Pihak bank kemudian melakukan pelelangan dengan harga Rp1,08 miliar per unitnya. Sehingga harga lelang dua ruko itu senilai Rp2,1 miliar lebih. Pemilik menduga bahwa pelelangan yang dilakukan oleh Bank BRI hanyalah rekayasa saja, dan setelah dilakukan lelang tidak ada proses transparansi yang diberikan kepada debitur.

“Ada kesalahan yang dilakukan oleh pihak bank. Hasil sisa lelang tidak dikembalikan ke saya selaku debitur,” kata Djasdar saat ditemui di Bank BRI Rabu (15/1/2020).

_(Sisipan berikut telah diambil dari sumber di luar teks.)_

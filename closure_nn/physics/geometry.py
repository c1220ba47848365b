r"""Cross-section geometry of separated gas-liquid flow in a circular pipe.

Two configurations, both described by one dimensionless unknown ``frac``:

* **stratified** (Taitel & Dukler 1976, AIChE J. 22(1):47-55, Fig. 2 and Appendix):
  ``frac = h/D``, liquid layer of height h at the bottom, flat interface.
  With the wetted angle :math:`\beta = 2\arccos(1 - 2h/D)`:

  .. math::
     A_L = \tfrac{D^2}{8}(\beta - \sin\beta),\quad S_L = \tfrac{D\beta}{2},\quad
     S_i = D\sin\tfrac{\beta}{2},\quad A_G = A - A_L,\quad S_G = \pi D - S_L

* **annular** (uniform film, e.g. Wallis 1969, *One-dimensional Two-phase Flow*, ch. 11):
  ``frac = delta/D``, film of thickness delta on the whole wall, gas core of diameter D - 2 delta:

  .. math::
     A_L = \pi D^2(\tilde\delta - \tilde\delta^2),\quad A_G = \tfrac{\pi}{4}(D-2\delta)^2,\quad
     S_L = \pi D,\quad S_G = 0,\quad S_i = \pi (D - 2\delta)

Hydraulic diameters follow Agrawal et al. (1973) as used by Taitel & Dukler (1976):
D_L = 4 A_L / S_L (liquid as an open channel), D_G = 4 A_G / (S_G + S_i) (gas as a closed duct).
In both configurations dA_L/d(frac D) = S_i.

Units: D [m], areas [m2], perimeters [m].
"""
from __future__ import annotations

from dataclasses import dataclass
from functools import cached_property

import torch

from .implicit import attach_implicit_grad
from .vocabulary import CONFIG_ANNULAR, CONFIG_STRATIFIED

#: the separated configurations (the one vocabulary in physics/vocabulary.py; the short names are
#: this module's, as the configuration ``kind`` of a geometry)
STRATIFIED = CONFIG_STRATIFIED
ANNULAR = CONFIG_ANNULAR
#: upper bound of ``frac`` for each configuration (h/D < 1, delta/D < 1/2)
FRAC_MAX = {STRATIFIED: 1.0, ANNULAR: 0.5}


@dataclass(frozen=True)
class SeparatedGeometry:
    """Areas [m2] and perimeters [m] of a separated-flow cross section (shape ``(*batch)``).

    Derived quantities (hydraulic diameters, area) are computed once per object and cached."""

    kind: str
    frac: torch.Tensor  # h/D (stratified) or delta/D (annular) [-]
    D: torch.Tensor
    A_L: torch.Tensor
    A_G: torch.Tensor
    S_L: torch.Tensor
    S_G: torch.Tensor
    S_i: torch.Tensor

    @cached_property
    def area(self) -> torch.Tensor:
        return self.A_L + self.A_G

    @cached_property
    def D_L(self) -> torch.Tensor:
        """Liquid hydraulic diameter 4 A_L / S_L [m]."""
        return 4 * self.A_L / self.S_L

    @cached_property
    def D_G(self) -> torch.Tensor:
        """Gas hydraulic diameter 4 A_G / (S_G + S_i) [m]."""
        return 4 * self.A_G / (self.S_G + self.S_i)

    @cached_property
    def liquid_fraction(self) -> torch.Tensor:
        """Share of the cross section occupied by the liquid layer or film, A_L / A [-]."""
        return self.A_L / self.area

    @property
    def dAL_dh(self) -> torch.Tensor:
        """d A_L / d h = S_i [m] (h the layer height or film thickness)."""
        return self.S_i


def stratified(h_D: torch.Tensor, D: torch.Tensor) -> SeparatedGeometry:
    """Stratified geometry from the liquid height ratio h/D in (0, 1) [-] and diameter D [m].

    Source: Taitel & Dukler (1976), AIChE J. 22(1):47-55, Appendix.

    >>> g = stratified(torch.tensor(0.5, dtype=torch.float64), torch.tensor(1.0, dtype=torch.float64))
    >>> round(float(g.A_L / g.area), 12), round(float(g.S_i), 12), round(float(g.S_L), 12)
    (0.5, 1.0, 1.570796326795)
    """
    beta = 2 * torch.acos((1 - 2 * h_D).clamp(-1.0, 1.0))
    A_L = D**2 / 8 * (beta - torch.sin(beta))
    A = torch.pi * D**2 / 4
    S_L = D * beta / 2
    return SeparatedGeometry(
        kind=STRATIFIED, frac=h_D, D=D, A_L=A_L, A_G=A - A_L, S_L=S_L,
        S_G=torch.pi * D - S_L, S_i=D * torch.sin(beta / 2),
    )


def annular(delta_D: torch.Tensor, D: torch.Tensor) -> SeparatedGeometry:
    """Uniform annular-film geometry from delta/D in (0, 1/2) [-] and diameter D [m].

    Source: Wallis (1969), *One-dimensional Two-phase Flow*, McGraw-Hill, sec. 11.

    >>> g = annular(torch.tensor(0.05, dtype=torch.float64), torch.tensor(0.1, dtype=torch.float64))
    >>> round(float(g.A_L / g.area), 6)  # 1 - (1 - 2*0.05)^2 = 0.19
    0.19
    """
    A = torch.pi * D**2 / 4
    core = 1 - 2 * delta_D
    A_G = A * core**2
    return SeparatedGeometry(
        kind=ANNULAR, frac=delta_D, D=D, A_L=A - A_G, A_G=A_G, S_L=torch.pi * D,
        S_G=torch.zeros_like(A), S_i=torch.pi * D * core,
    )


def separated(kind: str, frac: torch.Tensor, D: torch.Tensor) -> SeparatedGeometry:
    """Dispatch to :func:`stratified` or :func:`annular` by ``kind``."""
    if kind == STRATIFIED:
        return stratified(frac, D)
    if kind == ANNULAR:
        return annular(frac, D)
    raise ValueError(f"unknown separated-flow geometry {kind!r}; expected 'stratified' or 'annular'")


def _segment_fraction(beta: torch.Tensor) -> torch.Tensor:
    return (beta - torch.sin(beta)) / (2 * torch.pi)


def h_from_holdup(holdup: torch.Tensor) -> torch.Tensor:
    r"""Invert the stratified geometry: h/D [-] from the liquid area fraction A_L/A [-].

    Solves :math:`(\beta - \sin\beta)/(2\pi) = A_L/A` for the wetted angle by vectorised
    bisection (60 halvings of [0, 2 pi], error < 1e-16) and returns
    :math:`h/D = (1 - \cos(\beta/2))/2`. Differentiable through the implicit function theorem.

    >>> round(float(h_from_holdup(torch.tensor(0.5, dtype=torch.float64))), 12)
    0.5
    """
    H = holdup.detach().to(torch.float64)
    lo = torch.zeros_like(H)
    hi = torch.full_like(H, 2 * torch.pi)
    for _ in range(60):
        mid = (lo + hi) / 2
        below = _segment_fraction(mid) < H
        lo = torch.where(below, mid, lo)
        hi = torch.where(below, hi, mid)
    beta = attach_implicit_grad((lo + hi) / 2, lambda b: _segment_fraction(b) - holdup)
    return (1 - torch.cos(beta / 2)) / 2
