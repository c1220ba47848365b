r"""Steady, fully developed two-fluid momentum balances of separated flow.

Sign convention: x along the pipe in the flow direction, inclination theta positive upward,
stresses positive when they oppose the flow of the phase they act on; the interfacial stress
tau_i is positive when the gas drags the liquid forward (u_G > u_L). ``pgrad`` denotes
-dp/dx [Pa/m], positive when pressure falls along the flow.

Phase balances (Taitel & Dukler 1976, AIChE J. 22(1):47-55, eqs. 1-2):

.. math::
    \text{liquid:}\quad -A_L\frac{dp}{dx} - \tau_{WL} S_L + \tau_i S_i - \rho_L A_L g\sin\theta = 0

    \text{gas:}\quad -A_G\frac{dp}{dx} - \tau_{WG} S_G - \tau_i S_i - \rho_G A_G g\sin\theta = 0

Eliminating dp/dx gives the combined equation (ibid., eq. 3) whose roots in h/D are the
equilibrium liquid levels. Shear stresses come from Fanning friction factors (ibid., eq. 4).
"""
from __future__ import annotations

from typing import NamedTuple

import torch

from .local_state import LocalState


class FrictionFactors(NamedTuple):
    """Fanning friction factors of a separated-flow state [-], each shaped ``(*batch)``."""

    f_wl: torch.Tensor
    f_wg: torch.Tensor
    f_i: torch.Tensor


class Stresses(NamedTuple):
    """Wall and interfacial shear stresses [Pa]."""

    tau_wl: torch.Tensor
    tau_wg: torch.Tensor
    tau_i: torch.Tensor


def shear_stresses(s: LocalState, f: FrictionFactors) -> Stresses:
    r"""Shear stresses from friction factors (Taitel & Dukler 1976, eq. 4):

    .. math::
        \tau_{WL} = \tfrac12 f_{WL}\rho_L u_L|u_L|,\quad
        \tau_{WG} = \tfrac12 f_{WG}\rho_G u_G|u_G|,\quad
        \tau_i = \tfrac12 f_i \rho_G (u_G - u_L)|u_G - u_L|

    rho_G is the core density in annular flow with entrainment. Units: [Pa].
    """
    # u|u| = q|q| / a^2: per-state and per-level factors multiplied once each
    du = s.u_G - s.u_L
    g = s.geom
    return Stresses(
        tau_wl=f.f_wl * (0.5 * s.cond.rhol * s.q_L * s.q_L.abs()) * g.a_L.pow(-2),
        tau_wg=f.f_wg * (0.5 * s.rho_core * s.q_G * s.q_G.abs()) * g.a_G.pow(-2),
        tau_i=f.f_i * (0.5 * s.rho_core) * (du * du.abs()),
    )


def liquid_terms(s: LocalState, tau: Stresses, pgrad: torch.Tensor) -> tuple[torch.Tensor, ...]:
    r"""The four signed terms of the liquid momentum balance [N/m], in the order of
    :func:`liquid_residual`: pressure, wall shear, interfacial shear, gravity."""
    c, g = s.cond, s.geom
    return g.A_L * pgrad, -tau.tau_wl * g.S_L, tau.tau_i * g.S_i, -c.rhol * g.A_L * c.g * torch.sin(c.theta)


def liquid_residual(s: LocalState, tau: Stresses, pgrad: torch.Tensor) -> torch.Tensor:
    r"""Liquid momentum residual per unit length [N/m3 x m2 = N/m]:

    .. math:: R_L = A_L\,\mathrm{pgrad} - \tau_{WL} S_L + \tau_i S_i - \rho_L A_L g\sin\theta

    with pgrad = -dp/dx [Pa/m]. Zero at a consistent state. Source: Taitel & Dukler (1976), eq. 1.
    """
    return sum(liquid_terms(s, tau, pgrad))


def gas_terms(s: LocalState, tau: Stresses, pgrad: torch.Tensor) -> tuple[torch.Tensor, ...]:
    r"""The four signed terms of the gas (core) momentum balance [N/m], in the order of
    :func:`gas_residual`: pressure, wall shear, interfacial shear, gravity."""
    c, g = s.cond, s.geom
    return g.A_G * pgrad, -tau.tau_wg * g.S_G, -tau.tau_i * g.S_i, -s.rho_core * g.A_G * c.g * torch.sin(c.theta)


def gas_residual(s: LocalState, tau: Stresses, pgrad: torch.Tensor) -> torch.Tensor:
    r"""Gas (core) momentum residual per unit length [N/m]:

    .. math:: R_G = A_G\,\mathrm{pgrad} - \tau_{WG} S_G - \tau_i S_i - \rho_G A_G g\sin\theta

    Source: Taitel & Dukler (1976), eq. 2.
    """
    return sum(gas_terms(s, tau, pgrad))


def phase_misfits(s: LocalState, tau: Stresses, pgrad: torch.Tensor) -> tuple[torch.Tensor, torch.Tensor]:
    r"""Both phase balances per unit phase area [Pa/m]: :math:`R_L/A_L` and :math:`R_G/A_G`, i.e. the
    given pgrad minus the pgrad that each phase balance implies with the stresses ``tau``. The
    residuals of the training loss, the metrics and the audit at a measured state."""
    return liquid_residual(s, tau, pgrad) / s.geom.A_L, gas_residual(s, tau, pgrad) / s.geom.A_G


def term_scale(terms: tuple[torch.Tensor, ...]) -> torch.Tensor:
    r"""The sum of the magnitudes of a balance's terms, :math:`\sum_k |t_k|`: the scale a residual
    is measured against (a residual much smaller than it is a balanced equation)."""
    return sum(t.abs() for t in terms)


def combined_terms(s: LocalState, tau: Stresses) -> tuple[torch.Tensor, ...]:
    r"""The four signed terms of :func:`combined_residual` [Pa/m], in its order.

    Per unit area S/A = (4 / (pi D)) (S/D) / (A/A_pipe): a per-state factor times a per-level one."""
    c, g = s.cond, s.geom
    per_area = 4 / (torch.pi * c.D)  # [1/m]
    return (tau.tau_wg * (per_area * (g.s_G / g.a_G)), -tau.tau_wl * (per_area * (g.s_L / g.a_L)),
            tau.tau_i * (per_area * (g.s_i * (1 / g.a_L + 1 / g.a_G))),
            -(c.rhol - s.rho_core) * c.g * torch.sin(c.theta))


def combined_residual(s: LocalState, tau: Stresses) -> torch.Tensor:
    r"""Combined momentum equation, pressure gradient eliminated [Pa/m]:

    .. math::
        F = \tau_{WG}\frac{S_G}{A_G} - \tau_{WL}\frac{S_L}{A_L}
            + \tau_i S_i\left(\frac{1}{A_L} + \frac{1}{A_G}\right) - (\rho_L - \rho_G) g \sin\theta

    Source: Taitel & Dukler (1976), eq. 3 (= R_L/A_L - R_G/A_G). Its roots in 0 < h/D < 1 are
    the equilibrium liquid levels. F -> -inf as h/D -> 0 and +inf as h/D -> 1 for positive
    rates, so an odd number of roots exists.
    """
    wall_g, wall_l, interface, gravity = combined_terms(s, tau)
    return wall_g + wall_l + interface + gravity


class PressureGradient(NamedTuple):
    """-dp/dx [Pa/m] and its parts (total = friction + gravity)."""

    total: torch.Tensor
    friction: torch.Tensor
    gravity: torch.Tensor


def pressure_gradient(s: LocalState, tau: Stresses) -> PressureGradient:
    r"""Pressure gradient of a solved separated state, split into friction and gravity.

    Adding the two phase balances (mixture momentum):

    .. math::
        -\frac{dp}{dx} = \underbrace{\frac{\tau_{WL} S_L + \tau_{WG} S_G}{A}}_{\text{friction}}
          + \underbrace{\frac{\rho_L A_L + \rho_G A_G}{A}\, g\sin\theta}_{\text{gravity}}

    Interfacial shear cancels. At a root of :func:`combined_residual` this equals each phase
    balance solved for dp/dx. Acceleration is neglected (steady, incompressible locally).
    """
    c, g = s.cond, s.geom
    fric = (tau.tau_wl * g.s_L + tau.tau_wg * g.s_G) * (4 / (torch.pi * c.D))  # S/A = 4 (S/D) / (pi D)
    grav = (c.rhol * g.a_L + s.rho_core * g.a_G) * c.g * torch.sin(c.theta)
    return PressureGradient(total=fric + grav, friction=fric, gravity=grav)
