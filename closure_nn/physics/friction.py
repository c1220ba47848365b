r"""Single-phase Fanning friction factors (f = tau_w / (rho u^2 / 2); Darcy factor = 4 f).

All functions take Reynolds number Re [-] and relative roughness eD = roughness / D_h [-] as
tensors (the two wall laws of the closures also Re as a tuple of factors whose product is Re) and
are smooth or continuous in Re, so a holdup root finder sees a continuous equation.
"""
from __future__ import annotations

import math

import torch

#: Taitel & Dukler (1976) Blasius-type constants: f = C Re^-n
TD_TURBULENT_C, TD_TURBULENT_N = 0.046, 0.2
TD_LAMINAR_C, TD_LAMINAR_N = 16.0, 1.0
_RE_FLOOR = 1e-8


def fanning_laminar(Re: torch.Tensor) -> torch.Tensor:
    r"""Hagen-Poiseuille laminar friction, :math:`f = 16/Re` (e.g. White, *Fluid Mechanics*, eq. 6.12 in Darcy form 64/Re)."""
    return 16.0 / Re.clamp_min(_RE_FLOOR)


def fanning_blasius_td(Re: torch.Tensor | tuple[torch.Tensor, ...]) -> torch.Tensor:
    r"""Taitel & Dukler (1976) wall friction: :math:`f = \max(16\,Re^{-1},\ 0.046\,Re^{-0.2})`.

    Source: Taitel & Dukler (1976), AIChE J. 22(1):47-55, eqs. (5)-(6) with C = 0.046,
    n = 0.2 for turbulent and C = 16, n = 1 for laminar flow. Taking the larger branch switches
    to laminar below Re ~ 1490 where the two curves cross, which keeps f continuous (our choice;
    the paper switches on flow regime). Validity: smooth pipes, turbulent branch Re ~ 3e3-1e5.
    ``Re`` as in :func:`fanning_churchill`: a tensor or a tuple of factors.

    >>> round(float(fanning_blasius_td(torch.tensor(1e5, dtype=torch.float64))), 6)
    0.0046
    """
    parts = _re_factors(Re)
    ln_inv = [-torch.log(p) for p in parts]
    return torch.maximum(_inv_power(parts, ln_inv, TD_LAMINAR_C, TD_LAMINAR_N),
                         _inv_power(parts, ln_inv, TD_TURBULENT_C, TD_TURBULENT_N))


def _re_factors(Re: torch.Tensor | tuple[torch.Tensor, ...]) -> tuple[torch.Tensor, ...]:
    """Re as a tuple of factors (one factor where they would not broadcast), the first floored."""
    parts = Re if isinstance(Re, tuple) else (Re,)
    if len(parts) > 1 and len({p.shape for p in parts}) == 1:  # no broadcast to spare: one factor
        parts = (math.prod(parts[1:], start=parts[0]),)
    return (parts[0].clamp_min(_RE_FLOOR),) + tuple(parts[1:])


def _inv_power(parts: tuple[torch.Tensor, ...], ln_inv: list[torch.Tensor], coef: float, k: float) -> torch.Tensor:
    """coef Re^-k = coef prod_j (1 / Re_j)^k on the factors Re_j of Re (``ln_inv`` = -ln Re_j):
    1/Re_j for k = 1, else exp(k ln(1/Re_j))."""
    terms = [1 / p for p in parts] if k == 1 else [torch.exp(k * q) for q in ln_inv]
    return math.prod(terms[1:], start=coef * terms[0])


def fanning_churchill(Re: torch.Tensor | tuple[torch.Tensor, ...], eD: torch.Tensor | float = 0.0) -> torch.Tensor:
    r"""Churchill (1977) all-regime friction factor, returned as Fanning f.

    .. math::
        f_D = 8\left[\left(\frac{8}{Re}\right)^{12} + (A + B)^{-3/2}\right]^{1/12},\quad
        A = \left[2.457\ln\frac{1}{(7/Re)^{0.9} + 0.27\,\epsilon/D}\right]^{16},\quad
        B = \left(\frac{37530}{Re}\right)^{16},\quad f = f_D/4

    Source: Churchill, S.W. (1977), Chem. Eng. 84(24):91-92. Smooth in Re across the laminar,
    transitional and fully rough regimes; Re > 0, eD = 0-0.05.

    ``Re`` is a tensor, or a tuple of tensors whose product is Re (a per-state and a per-level
    factor, as :attr:`LocalState.Re_L_parts <closure_nn.physics.local_state.LocalState.Re_L_parts>`
    gives them): the three powers of Re are then formed on the factors and multiplied once, which
    spares two transcendental functions per value on a grid of levels. A floor of 1e-8 applies
    to the first factor (a zero flow rate). The powers of 1/Re are formed as exp(k ln(1/Re)) per
    factor; (8/Re)^12 and (37530/Re)^16 stay within float64 for Re in 1e-8 to 1e18 and beyond
    (underflow to zero where the other term dominates).

    >>> round(float(4 * fanning_churchill(torch.tensor(1e5, dtype=torch.float64), 1e-4)), 5)
    0.01846
    """
    parts = _re_factors(Re)
    ln_inv = [-torch.log(p) for p in parts]

    def inv_power(c: float, k: float) -> torch.Tensor:  # (c / Re)^k
        return _inv_power(parts, ln_inv, c**k, k)

    # below Re ~ 10 the log turns negative: A -> 0 there, where (8/Re)^12 dominates anyway
    y = (-2.457 * torch.log(inv_power(7.0, 0.9) + 0.27 * eD)).clamp_min(0.0)
    y2 = y * y
    y4 = y2 * y2
    y8 = y4 * y4
    root = torch.rsqrt(y8 * y8 + inv_power(37530.0, 16.0))  # (A + B)^-1/2
    total = inv_power(8.0, 12.0) + root * root * root  # (8/Re)^12 + (A + B)^-3/2
    return 2.0 * torch.exp(torch.log(total) / 12)  # 8 * [...]^(1/12) / 4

Kata dia, hal ini juga sudah dilaporkan kepada Polres Bone. Penyidik sudah melakukan gelar perkara, namun langsung menerbitkan Surat Perintah Penghentian Penyelidikan (SP3).

“Kami duga ada tindak pidana perbankan yang dilakukan oleh Kepala Cabang BRI Cabang Pembantu BTC Watampone,” jelasnya. (gun)

Tulisan ini berasal dari redaksi Fajar.CO.ID

Comment

Loading...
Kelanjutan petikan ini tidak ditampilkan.